This thesis consists of three papers in which different topics in spaces of analytic functions are considered. These papers are:



I. "Estimates in Möbius Invariant Spaces of Analytic Functions."



II. "Preduals of Q_p-spaces and Carleson Embeddings of Weighted Dirichlet Spaces."



III. "On the Spectrum of the Cesàro Operator on Spaces of Analytic Functions."



The first two papers are closely related and they concern some new developments in the theory of Möbius invariant spaces of analytic functions. The first article is written together with Alexandru Aleman and ithas been published in Complex Variables, Vol. 49, No 7-9, (2004) (Special Issue, A Tribute to Matts Essén).

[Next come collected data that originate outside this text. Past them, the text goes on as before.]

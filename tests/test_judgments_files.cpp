// Judgments files read and written by kith (solver/io/judgment_io.h, solver/io/text_fields.h):
// byte order marks, line ends, exact ids, time ranges, formula-looking fields, and a round trip
// of every field through kith's own export.
#include <doctest/doctest.h>

#include <string>
#include <vector>

#include "solver/io/judgment_io.h"
#include "solver/io/text_fields.h"

namespace {

using kith::Judgment;
using kith::parse_judgments_csv;

const std::vector<std::string> kIds = {"a", "b", "c", "\xEF\xBD\x81", "x y", " padded ", "=SUM(A1)", "-3", "'=quoted"};

}  // namespace

TEST_CASE("judgments files: a byte order mark is exactly EF BB BF, and a full-width id keeps its first byte") {
  auto r = parse_judgments_csv("\xEF\xBB\xBF" "anchor,nearer,farther\na,b,c\n", "j.csv", kIds);
  REQUIRE(r.ok());
  REQUIRE(r.judgments.size() == 1);
  // U+FF41 (full-width a) starts with the byte EF too, but is not a byte order mark.
  r = parse_judgments_csv("\xEF\xBD\x81,b,c\n", "j.csv", kIds);
  REQUIRE(r.ok());
  REQUIRE(r.judgments.size() == 1);
  CHECK(r.judgments[0].anchor == 3);
  // A lone EF is an id like any other: unknown here, reported by line, never an internal error.
  r = parse_judgments_csv("\xEF,b,c\n", "j.csv", kIds);
  REQUIRE(r.problems.size() == 1);
  CHECK(r.problems[0].line == 1);
  CHECK(r.problems[0].message.find("is not an item") != std::string::npos);
}

TEST_CASE("judgments files: LF, CRLF and lone CR line ends give the same rows") {
  for (const std::string end : {"\n", "\r\n", "\r"}) {
    const auto r = parse_judgments_csv("a,b,c" + end + "b,c,a" + end + "c,a,b" + end, "j.csv", kIds);
    INFO("line end ", int(end.back()));
    REQUIRE(r.ok());
    CHECK(r.judgments.size() == 3);
  }
  const auto r = parse_judgments_csv("a,b,c\rb,b,a\r", "j.csv", kIds);
  REQUIRE(r.problems.size() == 1);
  CHECK(r.problems[0].line == 2);  // a lone CR counts as a line
}

TEST_CASE("judgments files: ids are compared exactly as the collection holds them") {
  auto r = parse_judgments_csv("\" padded \",a,b\n", "j.csv", kIds);
  REQUIRE(r.ok());
  CHECK(r.judgments[0].anchor == 5);
  // Unquoted spaces are part of the id too: "a " is not "a", and the message says why.
  r = parse_judgments_csv("a ,b,c\n", "j.csv", kIds);
  REQUIRE(r.problems.size() == 1);
  CHECK(r.problems[0].column == 1);
  CHECK(r.problems[0].message.find("compared exactly") != std::string::npos);
}

TEST_CASE("judgments files: times outside 1970-01-01 .. 9999-12-31 and weights out of range are refused by line") {
  const auto r = parse_judgments_csv(
      "anchor,nearer,farther,time,weight\n"
      "a,b,c,2026-12-01T21:54:23Z,1\n"
      "a,b,c,0,1\n"
      "a,b,c,-5,1\n"
      "a,b,c,1e18,1\n"
      "a,b,c,,1e300\n"
      "a,b,c,,0\n"
      "a,b,c,,1000\n",
      "j.csv", kIds);
  REQUIRE(r.problems.size() == 5);
  CHECK(r.problems[0].line == 3);
  CHECK(r.problems[0].message.find("outside 1970-01-01") != std::string::npos);
  CHECK(r.problems[1].line == 4);
  CHECK(r.problems[2].line == 5);
  CHECK(r.problems[3].line == 6);
  CHECK(r.problems[3].message.find("at most 1000") != std::string::npos);
  CHECK(r.problems[4].line == 7);
  CHECK(r.bad_rows == 5);
}

TEST_CASE("judgments files: formula-looking fields are written neutralized, numbers stay numbers") {
  CHECK(kith::csv_field("=HYPERLINK(\"x\")") == "\"'=HYPERLINK(\"\"x\"\")\"");
  CHECK(kith::csv_field("+cmd|' /C calc'!A0") == "'+cmd|' /C calc'!A0");
  CHECK(kith::csv_field("@SUM(A1)") == "'@SUM(A1)");
  CHECK(kith::csv_field("-2+3") == "'-2+3");
  CHECK(kith::csv_field("\tx") == "'\tx");
  CHECK(kith::csv_field("-3.5") == "-3.5");
  CHECK(kith::csv_field("+2e-3") == "+2e-3");
  CHECK(kith::csv_field("=x", /*raw=*/true) == "=x");
  CHECK(kith::csv_field("plain") == "plain");
  // An apostrophe already there before a formula character gets one more, so reading gives it back.
  CHECK(kith::csv_field("'=x") == "''=x");
  for (const std::string s : {"=x", "'=x", "''@y", "-1", "plain", "'plain"})
    CHECK(kith::unneutralized(kith::csv_field(s)) == s);
}

TEST_CASE("judgments files: kith's own export re-imports identically, field by field") {
  // Odd ids and names: quotes, commas, line breaks, spaces, formula starts, non-ASCII.
  std::vector<Judgment> in;
  const std::vector<std::string> people = {"Ana", "O'Brien, \"Bo\"", "line\nbreak", "=HYPERLINK(\"evil\")",
                                           "+cmd|x", "@SUM(A1)", "Zoë", " spaced "};
  for (int k = 0; k < 40; ++k) {
    Judgment j;
    j.anchor = k % 9;
    j.nearer = (k + 1 + k / 9) % 9;
    j.farther = (k + 3) % 9;
    if (j.nearer == j.anchor) j.nearer = (j.nearer + 1) % 9;
    if (j.farther == j.anchor || j.farther == j.nearer) j.farther = (j.farther + 2) % 9;
    if (j.farther == j.anchor || j.farther == j.nearer) j.farther = (j.farther + 2) % 9;
    j.person = people[size_t(k) % people.size()];
    j.time = 1700000000.0 + 1234.5 * k + 0.125;
    j.kind = kith::JudgmentKind(k % 5);
    j.weight = 0.25 + 0.5 * (k % 4);
    in.push_back(j);
  }
  const std::string text = kith::format_judgments_csv(in, kIds);
  const auto r = parse_judgments_csv(text, "export.csv", kIds);
  INFO(text);
  REQUIRE(r.ok());
  REQUIRE(r.judgments.size() == in.size());
  for (size_t k = 0; k < in.size(); ++k) {
    const Judgment& a = in[k];
    const Judgment& b = r.judgments[k];
    CHECK(b.anchor == a.anchor);
    CHECK(b.nearer == a.nearer);
    CHECK(b.farther == a.farther);
    CHECK(b.person == a.person);
    CHECK(b.time == doctest::Approx(a.time).epsilon(1e-12));  // written to the millisecond
    CHECK(b.kind == a.kind);
    CHECK(b.weight == a.weight);
  }
}
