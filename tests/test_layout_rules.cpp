// The layers' include rules (scripts/check_includes.cmake, DEVELOPERS.md "Layout") hold on the
// source tree, and the check catches what it is meant to catch: a planted forbidden include, a
// GUI header in the solver, SQLite outside solver/session, a source file outside a layer folder.
#include <doctest/doctest.h>

#include <filesystem>
#include <fstream>
#include <string>

#include "tests/approx.h"
#include "tests/sessions_support.h"

namespace fs = std::filesystem;

namespace {

// Runs the check on `root` as `cmake -P` would at configure time.
kith::test::KithRun check_tree(const std::string& root) {
  return kith::test::run_shell("cmake -DKITH_ROOT='" + root + "' -P '" + std::string(KITH_SOURCE_DIR) +
                               "/scripts/check_includes.cmake'");
}

void write(const fs::path& path, const std::string& text) {
  fs::create_directories(path.parent_path());
  std::ofstream(path) << text;
}

// A small tree that follows the rules: a base header, an io header that includes it, a scene
// header that sees the engine's commands only.
std::string clean_tree(const std::string& name) {
  const std::string root = kith::test::temp_dir(name);
  write(fs::path(root) / "solver/base/points.h", "#pragma once\n#include <vector>\n");
  write(fs::path(root) / "solver/io/collection.h", "#pragma once\n#include \"solver/base/points.h\"\n");
  write(fs::path(root) / "solver/live/commands.h", "#pragma once\n#include \"solver/io/collection.h\"\n");
  write(fs::path(root) / "solver/live/engine.h", "#pragma once\n#include \"solver/live/commands.h\"\n");
  write(fs::path(root) / "viewer/scene/map_view.h", "#pragma once\n#include \"solver/live/commands.h\"\n");
  return root;
}

}  // namespace

TEST_CASE("layout: the source tree keeps the include rules") {
  const kith::test::KithRun r = check_tree(KITH_SOURCE_DIR);
  INFO(r.output);
  CHECK(r.code == 0);
  CHECK(r.output.find("include rules hold") != std::string::npos);
}

TEST_CASE("layout: the include check passes a clean tree and catches each kind of forbidden include") {
  {
    const std::string root = clean_tree("layout-clean");
    const kith::test::KithRun r = check_tree(root);
    INFO(r.output);
    CHECK(r.code == 0);
  }
  struct Case {
    const char* file;
    const char* text;
    const char* expected;  // a piece of the message
  } cases[] = {
      // a lower layer including a higher one
      {"solver/base/judgment.h", "#include \"solver/io/collection.h\"\n",
       "solver/base/judgment.h:1: solver/base may not include \"solver/io/collection.h\""},
      // the scene reaching past commands and snapshots into the engine
      {"viewer/scene/camera.h", "// camera\n#include \"solver/live/engine.h\"\n",
       "viewer/scene/camera.h:2: viewer/scene may not include \"solver/live/engine.h\""},
      // a GUI header in the solver
      {"solver/io/npy_file.cpp", "#include <imgui.h>\n", "solver/io may not use <imgui.h>"},
      // SQLite outside solver/session
      {"solver/live/engine.cpp", "#include <sqlite3.h>\n", "solver/live may not use <sqlite3.h>"},
      // a file outside a layer folder
      {"solver/loose.h", "#pragma once\n", "solver/loose.h:1: a source file belongs in a layer folder"},
      // an include of a file that does not exist (e.g. an old flat path)
      {"solver/io/csv_table.h", "#include \"solver/old/points.h\"\n", "includes \"solver/old/points.h\", which does not exist"},
  };
  int n = 0;
  for (const Case& c : cases) {
    const std::string root = clean_tree("layout-bad-" + std::to_string(n++));
    write(fs::path(root) / c.file, c.text);
    const kith::test::KithRun r = check_tree(root);
    INFO(c.file, ": ", r.output);
    CHECK(r.code != 0);
    CHECK(r.output.find(c.expected) != std::string::npos);
  }
}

In this article weproved a number of new estimates för Q_K spaces of analytic functions which extend the classic inequalities of John and Nirenberg, Korenblum and Beurling. More precisely, we derived a general inequality for the seminorms of dilated functions, as well as radial growth estimates, embedding theorems in L^p spaces on the unit disc and integral estimates of exponentials of functions in such spaces. Also, we discussed some properties of the inner-outer factorization for certain Q_K spaces. The second paper, by Alexandru Aleman, Marcus Carlsson and myself, contains a description of the preduals of Q_p- spaces, mainly based on Möbius invariance. The problem is rather complicated and it requires a number of techniques from harmonic analysis. The conclusion gives though a very tractable characterization of these spaces, that is, we show that functions in the predual spaces can be written as sums of products of functions in given weighted Dirichlet and Bergman spaces with the usual control on the norms. This representation is used to investigate the relation between Q_p and Carleson inequalities for functions in weighted Dirichlet spaces. Our approach is based on imbeddings in vector-valued sequence spaces and yields also atomic decompositions of the predual of Q_p.



The third paper is about another topic. It contains a unified approach to the study of the spectrum of the Cesàro Operator on Hardy, Bergman and Dirichlet spaces, which, in particular, enables us to derive new results concerning subdecomposability of the Cesàro operator on these spaces.